A continuous function is a type of function where small changes in the input result in small changes in the output. Put simply, the graph of a continuous function can be drawn without lifting your pen from the paper.
To understand this better, let's consider the function given in the exercise:

• The function is \( f(x) = \cos x + \tan x \).
• Both \( \cos x \) and \( \tan x \) are continuous functions on the interval \([0, \pi]\) except at the points where \( \tan x \) has vertical asymptotes.

However, within the specific interval \([0, \pi]\) considered in this exercise, \( \tan x \) does not have any discontinuities. Thus, \( f(x) = \cos x + \tan x \) is continuous on \([0, \pi]\). This is crucial because continuity on a closed interval is one of the necessary conditions for applying the Mean Value Theorem.

Differentiability means a function has a defined derivative at each point in its domain.

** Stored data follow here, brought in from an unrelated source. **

import { toNestErrors } from '@hookform/resolvers';
import {
  useForm,
  type FieldError,
  type FieldValues,
  type Path,
  type Resolver,
  type UseFormProps,
  type UseFormReturn,
} from 'react-hook-form';
import type { z } from 'zod';
import { labelOf, problemsMessage, problemsOf } from '@shared/schemas/problems';
import type { ApiError, FieldProblem } from './api-client';
import { problemSentence } from './problem-sentence';

export { labelOf, problemSentence };

/**
 * react-hook-form's resolver over a zod schema, with each problem worded as the server words it
 * (shared/schemas/problems.ts): "Model is required", never zod's own message.
 */
function wordedResolver<S extends z.ZodType<FieldValues, FieldValues>>(
  schema: S,
): Resolver<z.input<S>, unknown, z.output<S>> {
  return async (values, _context, options) => {
    const result = await schema.safeParseAsync(values, { reportInput: true });
    if (result.success) return { values: result.data, errors: {} };
    const errors: Record<string, FieldError> = {};
    for (const p of problemsOf(schema, result.error.issues))
      errors[p.field] ??= { type: 'zod', message: p.reason };
    return { values: {}, errors: toNestErrors(errors, options) };
  };
}

/** A form whose state lives in react-hook-form and whose rules are a zod schema (the server's, where one exists). */
export function useZodForm<S extends z.ZodType<FieldValues, FieldValues>>(
  schema: S,
  options: Omit<UseFormProps<z.input<S>, unknown, z.output<S>>, 'resolver'> = {},
) {
  return useForm<z.input<S>, unknown, z.output<S>>({ ...options, resolver: wordedResolver(schema) });
}

// Each form's own type parameters are not needed to set errors on it.
// eslint-disable-next-line @typescript-eslint/no-explicit-any
type AnyForm<T extends FieldValues> = UseFormReturn<T, any, any>;

/**
 * Puts each field problem beside its field (the server's `body.model` is the form's `model`, or
 * `rename[...]` of it, "body.tags.2" is `tags`); returns those with no field on this form, as sentences.
 */
export function setFieldProblems<T extends FieldValues>(
  form: AnyForm<T>,
  problems: readonly FieldProblem[],
  rename: Record<string, string> = {},
  /** One message written for people, to show beside the one field instead of its reason. */
  written = '',
): string[] {
  const elsewhere: string[] = [];
  for (const problem of problems.map(problemSentence)) {
    const path = problem.field.replace(/^body\./, '').replace(/(\.\d+)+$/, '');
    const name = (rename[path] ?? path) as Path<T>;
    if (form.getValues(name) === undefined) elsewhere.push(problem.reason);
    else form.setError(name, { type: 'server', message: written || problem.reason });
  }
  return elsewhere;
}

/**
 * Puts a refusal on the form: its field problems beside their fields; a message written for people
 * beside the one field it is about, or else (with any problem this form has no field for) as the
 * form's own error (`root.server`, shown by FormProblem).
 */
export function showServerError<T extends FieldValues>(
  form: AnyForm<T>,
  error: ApiError,
  rename: Record<string, string> = {},
) {
  // A message that only joins the field problems says nothing the fields do not.
  const generated = problemsMessage(error.fields);
  const written = error.message === generated ? '' : error.message;
  const one = written && error.fields.length === 1;
  const elsewhere = setFieldProblems(form, error.fields, rename, one ? written : '');
  const message = [one && !elsewhere.length ? '' : written, ...elsewhere]
    .filter(Boolean)
    .map((m) => (/[.?!]$/.test(m) ? m : `${m}.`))
    .join(' ');
  if (message) form.setError('root.server', { type: String(error.status), message });
}
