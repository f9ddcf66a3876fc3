import { keepPreviousData, useQuery } from '@tanstack/react-query';
import type { OutboxItemView } from '@shared/schemas/review';
import { api } from '@/lib/api-client';

export interface OutboxPage {
  items: OutboxItemView[];
  total: number;
  pending: number;
  page: number;
  pageSize: number;
}

export function useOutbox(status: '' | 'sent' | 'pending', page: number) {
  const qs = new URLSearchParams({ page: String(page) });
  if (status) qs.set('status', status);
  return useQuery({
    queryKey: ['outbox', status, page],
    queryFn: () => api.get<OutboxPage>(`/api/mail/outbox?${qs}`),
    placeholderData: keepPreviousData,
    refetchInterval: 10_000,
  });
}
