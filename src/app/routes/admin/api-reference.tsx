import { useEffect } from 'react';
import { Notice } from '@/components/ui/notice';
import { hasRole, useSession } from '@/features/auth/api/get-session';
import { useOpenApi, type OperationObject } from '@/features/api-reference/api/get-openapi';
import { describeSchema, SchemaFields } from '@/features/api-reference/components/schema-fields';
import { Loading } from '@/components/ui/loading';

const accessText = (access: OperationObject['x-access']) =>
  access === 'public' ? 'anyone' : access === 'signed-in' ? 'anyone signed in' : access.join(', ');

/** Every API operation as /api/openapi.json describes it: method, path, summary, who may call it, inputs. */
export default function ApiReferencePage() {
  const session = useSession();
  const isAdmin = hasRole(session.data?.user, 'admin');
  const doc = useOpenApi(isAdmin);
  useEffect(() => {
    document.title = 'API reference · Benchwright';
  }, []);
  if (!isAdmin) return <Notice tone="error">This page is for admins.</Notice>;
  const base = doc.data?.servers?.[0]?.url ?? '';
  const operations = Object.entries(doc.data?.paths ?? {}).flatMap(([path, item]) =>
    Object.entries(item).map(([method, op]) => ({ path, method, op })),
  );
  return (
    <section className="flex flex-col gap-4">
      <h1 className="text-2xl font-semibold">API reference</h1>
      <p className="text-sm text-graphite-soft">
        Generated from the same schemas the server checks requests with. {doc.data?.info.description} The
        machine-readable description (OpenAPI {doc.data?.openapi ?? '3.1'}) is at{' '}
        <a href="/api/openapi.json">/api/openapi.json</a>.
      </p>
      {doc.isError && <Notice tone="error">{doc.error.message}</Notice>}
      {doc.isPending && <Loading />}
      {operations.map(({ path, method, op }) => {
        const body = op.requestBody?.content['application/json']?.schema;
        return (
          <article
            key={op.operationId}
            className="flex flex-col gap-2 rounded-lg border border-rule bg-card p-4"
          >
            <h2 className="font-mono text-base font-semibold wrap-anywhere">
              <span className="uppercase">{method}</span> {base}
              {path}
            </h2>
            <p>{op.summary}</p>
            <p className="text-sm">
              <span className="font-semibold">Who may call it:</span> {accessText(op['x-access'])}
            </p>
            {!!op.parameters?.length && (
              <div>
                <h3 className="text-sm font-semibold">Parameters</h3>
                <ul className="flex flex-col gap-1 text-sm">
                  {op.parameters.map((p) => (
                    <li key={`${p.in} ${p.name}`}>
                      <code className="font-semibold">{p.name}</code> ({p.in}
                      {p.required ? '' : ', optional'}) — {describeSchema(p.schema)}
                    </li>
                  ))}
                </ul>
              </div>
            )}
            {body && (
              <div>
                <h3 className="text-sm font-semibold">Body (JSON)</h3>
                <SchemaFields schema={body} />
              </div>
            )}
          </article>
        );
      })}
    </section>
  );
}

A differentiable function provides us with a way to understand rates of change.
In our exercise, the function \( f(x) = \cos x + \tan x \) needs to be differentiable over the interval \((0, \pi)\).
To check for differentiability:

• The derivative of \( \cos x \) is \(-\sin x\).
• The derivative of \( \tan x \) is \( \sec^2 x \).
• Thus, \( f'(x) = -\sin x + \sec^2 x \).

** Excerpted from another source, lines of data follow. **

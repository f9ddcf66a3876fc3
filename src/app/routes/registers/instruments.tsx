import { useEffect, useState } from 'react';
import { INSTRUMENT_KINDS, type InstrumentView } from '@shared/schemas/registers';
import { DataTable } from '@/components/ui/data-table';
import { Loading } from '@/components/ui/loading';
import { Notice } from '@/components/ui/notice';
import { hasRole, useSession } from '@/features/auth/api/get-session';
import { useInstruments, useUploadCertificate } from '@/features/registers/api/instruments';
import { InstrumentForm } from '@/features/registers/components/instrument-form';

/** A certificate picker for one instrument (PDF or image; the server judges the bytes). */
function CertificateUpload({ instrument }: { instrument: InstrumentView }) {
  const upload = useUploadCertificate();
  return (
    <label className="inline-flex min-h-11 cursor-pointer items-center rounded-md border border-rule bg-card px-3 text-sm font-semibold hover:bg-paper-deep">
      {upload.isPending ? 'Sending…' : 'Upload certificate'}
      <input
        type="file"
        accept="application/pdf,image/png,image/jpeg,image/webp"
        className="sr-only"
        aria-label={`Calibration certificate for ${instrument.identifier}`}
        onChange={(e) => {
          const file = e.target.files?.[0];
          e.target.value = '';
          if (file) upload.mutate({ id: instrument.id, file });
        }}
      />
      {upload.isError && (
        <span role="alert" className="ml-2 font-normal text-out">
          {upload.error.message}
        </span>
      )}
    </label>
  );
}

export default function InstrumentsPage() {
  const session = useSession();
  const list = useInstruments();
  const [editing, setEditing] = useState<string | null>(null);
  useEffect(() => {
    document.title = 'Instruments · Benchwright';
  }, []);
  if (list.isPending) return <Loading />;
  if (list.isError) throw list.error;
  const keeper = hasRole(session.data?.user, 'reviewer', 'admin');
  const instruments = list.data.instruments;
  const being = instruments.find((i) => i.id === editing);
  return (
    <section className="flex flex-col gap-6">
      <header>
        <h1 className="text-2xl font-semibold">Instruments</h1>
        <p className="text-sm text-graphite-soft">
          Test instruments with their calibration due dates. An instrument past its due date cannot take a
          reading until it is calibrated again.
        </p>
      </header>
      <DataTable
        label="Instruments"
        columns={['Identifier', 'Kind', 'Calibration due', 'Certificate', ...(keeper ? [''] : [])]}
      >
        {instruments.map((i) => (
          <tr key={i.id} data-instrument={i.identifier} className="border-b border-rule last:border-0">
            <td className="px-3 py-2">
              <span className="value font-semibold">{i.identifier}</span>
              {i.description && <span className="block text-graphite-soft">{i.description}</span>}
            </td>
            <td className="px-3 py-2">{INSTRUMENT_KINDS[i.kind]}</td>
            <td className="px-3 py-2">
              <span className="value">{i.calibrationDue}</span>
              {i.refusal && (
                <span data-refusal className="block font-semibold text-out">
                  Past due: cannot take readings
                </span>
              )}
            </td>
            <td className="px-3 py-2">
              {i.certificate ? (
                <a href={i.certificate.url} className="break-all underline">
                  {i.certificate.fileName}
                </a>
              ) : (
                <span className="text-graphite-soft">none</span>
              )}
            </td>
            {keeper && (
              <td className="px-3 py-2">
                <div className="flex flex-wrap gap-2">
                  <button
                    type="button"
                    className="min-h-11 rounded-md border border-rule px-3 text-sm font-semibold hover:bg-paper-deep"
                    onClick={() => setEditing(i.id)}
                    aria-label={`Edit ${i.identifier}`}
                  >
                    Edit
                  </button>
                  <CertificateUpload instrument={i} />
                </div>
              </td>
            )}
          </tr>
        ))}
      </DataTable>
      {instruments.length === 0 && <Notice>No instruments registered yet.</Notice>}
      {keeper &&
        (being ? (
          <InstrumentForm key={being.id} instrument={being} onDone={() => setEditing(null)} />
        ) : (
          <InstrumentForm />
        ))}
    </section>
  );
}
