import { useEffect } from 'react';
import { Problem } from '@/components/errors/problem';
import { RegionBoundary } from '@/components/errors/region-boundary';
import { Notice } from '@/components/ui/notice';
import { hasRole, useSession } from '@/features/auth/api/get-session';
import { usePeople } from '@/features/people/api/get-people';
import { InviteForm } from '@/features/people/components/invite-form';
import { PeopleTable } from '@/features/people/components/people-table';
import { SignInSettingsPanel } from '@/features/people/components/sign-in-settings';
import { Loading } from '@/components/ui/loading';

export default function PeoplePage() {
  const session = useSession();
  const isAdmin = hasRole(session.data?.user, 'admin');
  const people = usePeople();
  useEffect(() => {
    document.title = 'People · Benchwright';
  }, []);
  if (!isAdmin) return <Notice tone="error">This page is for admins.</Notice>;
  return (
    <section className="flex flex-col gap-6">
      <h1 className="text-2xl font-semibold">People</h1>
      {people.isPending && <Loading />}
      {people.isError && <Problem error={people.error} heading="h2" onRetry={() => void people.refetch()} />}
      {people.data && <PeopleTable people={people.data.people} selfId={session.data!.user!.id} />}
      <InviteForm />
      <RegionBoundary label="Sign-in settings">
        <SignInSettingsPanel />
      </RegionBoundary>
    </section>
  );
}
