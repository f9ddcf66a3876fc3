import { QueryClient } from '@tanstack/react-query';
import { ApiError } from './api-client';

/** The one query cache; route loaders warm it so data and code load side by side. */
export const queryClient = new QueryClient({
  defaultOptions: {
    queries: {
      // Don't hammer the server with retries for answers that won't change.
      retry: (count, err) => !(err instanceof ApiError && err.status >= 400 && err.status < 500) && count < 2,
      refetchOnWindowFocus: false,
    },
  },
});
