import { useEffect, useState } from 'react';
import { Problem } from '@/components/errors/problem';
import { Button } from '@/components/ui/button';
import { Notice } from '@/components/ui/notice';
import { useAuditLog, type AuditFilters } from '@/features/audit/api/get-audit';
import { AuditTable } from '@/features/audit/components/audit-table';
import { ChainCheck } from '@/features/audit/components/chain-check';
import { hasRole, useSession } from '@/features/auth/api/get-session';
import { usePeople } from '@/features/people/api/get-people';
import { auditActionLabel } from '@shared/audit-actions';

export default function AuditPage() {
  const session = useSession();
  const isAdmin = hasRole(session.data?.user, 'admin');
  const [filters, setFilters] = useState<AuditFilters>({ page: 1 });
  const log = useAuditLog(filters);
  const people = usePeople();
  useEffect(() => {
    document.title = 'Audit log · Benchwright';
  }, []);
  if (!isAdmin) return <Notice tone="error">This page is for admins.</Notice>;
  const set = (patch: Partial<AuditFilters>) =>
    setFilters((f) => ({ ...f, ...patch, page: patch.page ?? 1 }));
  const pages = log.data ? Math.max(1, Math.ceil(log.data.total / log.data.pageSize)) : 1;
  return (
    <section className="flex flex-col gap-4">
      <h1 className="text-2xl font-semibold">Audit log</h1>
      <p className="text-sm text-graphite-soft">
        Every state change, sign-off, sign-in failure, role change and deactivation. Entries can be added,
        never changed; each is chained to the one before by its SHA-256, so a change made around the
        database's guards shows up in the check.
      </p>
      <ChainCheck />
      <form className="flex flex-wrap items-end gap-3" onSubmit={(e) => e.preventDefault()}>
        <label className="flex flex-col gap-1 text-sm font-semibold">
          Action
          <select
            className="min-h-11 rounded-md border border-rule bg-card px-3 font-normal"
            value={filters.action ?? ''}
            onChange={(e) => set({ action: e.target.value || undefined })}
          >
            <option value="">All actions</option>
            {(log.data?.actions ?? []).map((a) => (
              <option key={a} value={a}>
                {auditActionLabel(a)}
              </option>
            ))}
          </select>
        </label>
        <label className="flex flex-col gap-1 text-sm font-semibold">
          Person
          <select
            className="min-h-11 rounded-md border border-rule bg-card px-3 font-normal"
            value={filters.personId ?? ''}
            onChange={(e) => set({ personId: e.target.value || undefined })}
          >
            <option value="">Everyone</option>
            {(people.data?.people ?? []).map((p) => (
              <option key={p.id} value={p.id}>
                {p.displayName}
              </option>
            ))}
          </select>
        </label>
        <label className="flex flex-col gap-1 text-sm font-semibold">
          From
          <input
            type="date"
            className="min-h-11 rounded-md border border-rule bg-card px-3 font-normal"
            value={filters.from ?? ''}
            onChange={(e) => set({ from: e.target.value || undefined })}
          />
        </label>
        <label className="flex flex-col gap-1 text-sm font-semibold">
          To
          <input
            type="date"
            className="min-h-11 rounded-md border border-rule bg-card px-3 font-normal"
            value={filters.to ?? ''}
            onChange={(e) => set({ to: e.target.value || undefined })}
          />
        </label>
      </form>
      {log.isError && <Problem error={log.error} heading="h2" onRetry={() => void log.refetch()} />}
      {log.data && (
        <>
          <AuditTable entries={log.data.entries} />
          <nav aria-label="Pages" className="flex items-center gap-3 text-sm">
            <Button
              variant="quiet"
              disabled={filters.page <= 1}
              whyDisabled="These are the newest."
              onClick={() => set({ page: filters.page - 1 })}
            >
              Newer
            </Button>
            <span>
              Page <span className="value">{filters.page}</span> of <span className="value">{pages}</span> (
              <span className="value">{log.data.total}</span> entries)
            </span>
            <Button
              variant="quiet"
              disabled={filters.page >= pages}
              whyDisabled="These are the oldest."
              onClick={() => set({ page: filters.page + 1 })}
            >
              Older
            </Button>
          </nav>
        </>
      )}
    </section>
  );
}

Both \(-\sin x\) and \(\sec^2 x\) are well-defined in \((0, \pi)\), which means \( f(x) \) meets the differentiability requirement within this interval. This makes the Mean Value Theorem applicable in the case of our function.

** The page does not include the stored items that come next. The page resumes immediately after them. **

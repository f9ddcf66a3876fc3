/** The one fetch wrapper: JSON in and out, the CSRF token on writes, one error type. */

export interface FieldProblem {
  field: string;
  reason: string;
}

export class ApiError extends Error {
  constructor(
    readonly status: number,
    message: string,
    readonly fields: FieldProblem[] = [],
    readonly body: Record<string, unknown> = {},
  ) {
    super(message);
  }
}

export interface Person {
  id: string;
  displayName: string;
}

let csrfToken = '';
/** Whose session the token belongs to, as the server said with it (null: nobody signed in). */
let tokenOwner: Person | null = null;
export const setCsrfToken = (token: string) => {
  csrfToken = token;
};
/** For requests that cannot go through `api` (multipart uploads). */
export const getCsrfToken = () => csrfToken;

type Json = Record<string, unknown> | unknown[];

export interface WriteOptions {
  /** Who made this write (a queued entry keeps its maker); by default whoever the token belonged to when it was sent. */
  madeBy?: Person | null;
}

async function request<T>(
  method: string,
  url: string,
  body?: Json,
  opts: WriteOptions & { retried?: boolean } = {},
): Promise<T> {
  const madeBy = opts.madeBy === undefined ? tokenOwner : opts.madeBy;
  const headers: Record<string, string> = { Accept: 'application/json' };
  if (body !== undefined) headers['Content-Type'] = 'application/json';
  if (method !== 'GET') headers['X-CSRF-Token'] = csrfToken;
  let res: Response;
  try {
    res = await fetch(url, {
      method,
      headers,
      body: body === undefined ? undefined : JSON.stringify(body),
      credentials: 'same-origin',
    });
  } catch {
    throw new ApiError(0, 'Cannot reach the Benchwright server. Check the connection and try again.');
  }
  const text = await res.text();
  const data = text ? (JSON.parse(text) as Record<string, unknown>) : {};
  // The token went stale (a sign-in in another tab, or an answer to an older request arriving
  // last): fetch the session's current one and send the write once more — but only if the session
  // still belongs to the person who made the write; it is never sent in someone else's name.
  if (res.status === 403 && data.code === 'csrf' && method !== 'GET' && !opts.retried) {
    const session = await request<{ user: Person | null }>('GET', '/api/auth/session');
    if (madeBy && session.user && session.user.id !== madeBy.id) {
      const now = session.user.displayName;
      throw new ApiError(
        403,
        `Signed in as ${now}; this was done by ${madeBy.displayName} — sign in as ${madeBy.displayName} to send it.`,
        [],
        {
          code: 'session-changed',
          signedInAs: { id: session.user.id, displayName: now },
          madeBy,
        },
      );
    }
    return request<T>(method, url, body, { madeBy, retried: true });
  }
  if (!res.ok) {
    const message = typeof data.error === 'string' ? data.error : `The server answered ${res.status}.`;
    throw new ApiError(res.status, message, (data.fields as FieldProblem[]) ?? [], data);
  }
  if (typeof data.csrfToken === 'string') {
    setCsrfToken(data.csrfToken);
    const user = data.user as Person | null | undefined;
    if (user !== undefined) tokenOwner = user ? { id: user.id, displayName: user.displayName } : null;
  }
  return data as T;
}

export const api = {
  get: <T>(url: string) => request<T>('GET', url),
  post: <T>(url: string, body: Json = {}) => request<T>('POST', url, body),
  patch: <T>(url: string, body: Json) => request<T>('PATCH', url, body),
  put: <T>(url: string, body: Json, opts?: WriteOptions) => request<T>('PUT', url, body, opts),
  delete: <T>(url: string) => request<T>('DELETE', url),
};

declare module '@tanstack/react-query' {
  interface Register {
    defaultError: ApiError;
  }
}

Trigonometric functions like \(\cos x\) and \(\tan x\) are essential to understanding many problems in calculus. They behave in unique ways that influence their continuity and differentiability.
Key aspects include:

• \(\cos x\) is periodic with a range from -1 to 1, smooth and continuous everywhere.
• \(\tan x\) has discontinuities (vertical asymptotes) at odd multiples of \(\frac{\pi}{2}\), affecting its continuity, but not within \([0, \pi]\).

In the given exercise:

• The combination of \(\cos x\) and \(\tan x\) within the interval \([0, \pi]\) provides a function that is continuous and differentiable.

Understanding the properties of these trigonometric functions is important in evaluating when and where the Mean Value Theorem can be applied.

Solving calculus problems involves understanding the logic and tools used in calculus. The Mean Value Theorem is a fundamental concept in calculus problem solving.
When solving these types of problems:

• First, verify that the function is continuous on the closed interval and differentiable on the open interval.
• Next, compute the derivative of the function to find the rate of change.
• Then, calculate the average rate of change over the given interval.
• Finally, equate the derivative to the average rate to find the specific value of \(c\) such that \(f'(c) = \frac{f(b) - f(a)}{b-a}\).

By understanding and applying these steps properly, you'll be able to effectively tackle calculus problems involving the Mean Value Theorem, like the one studied here.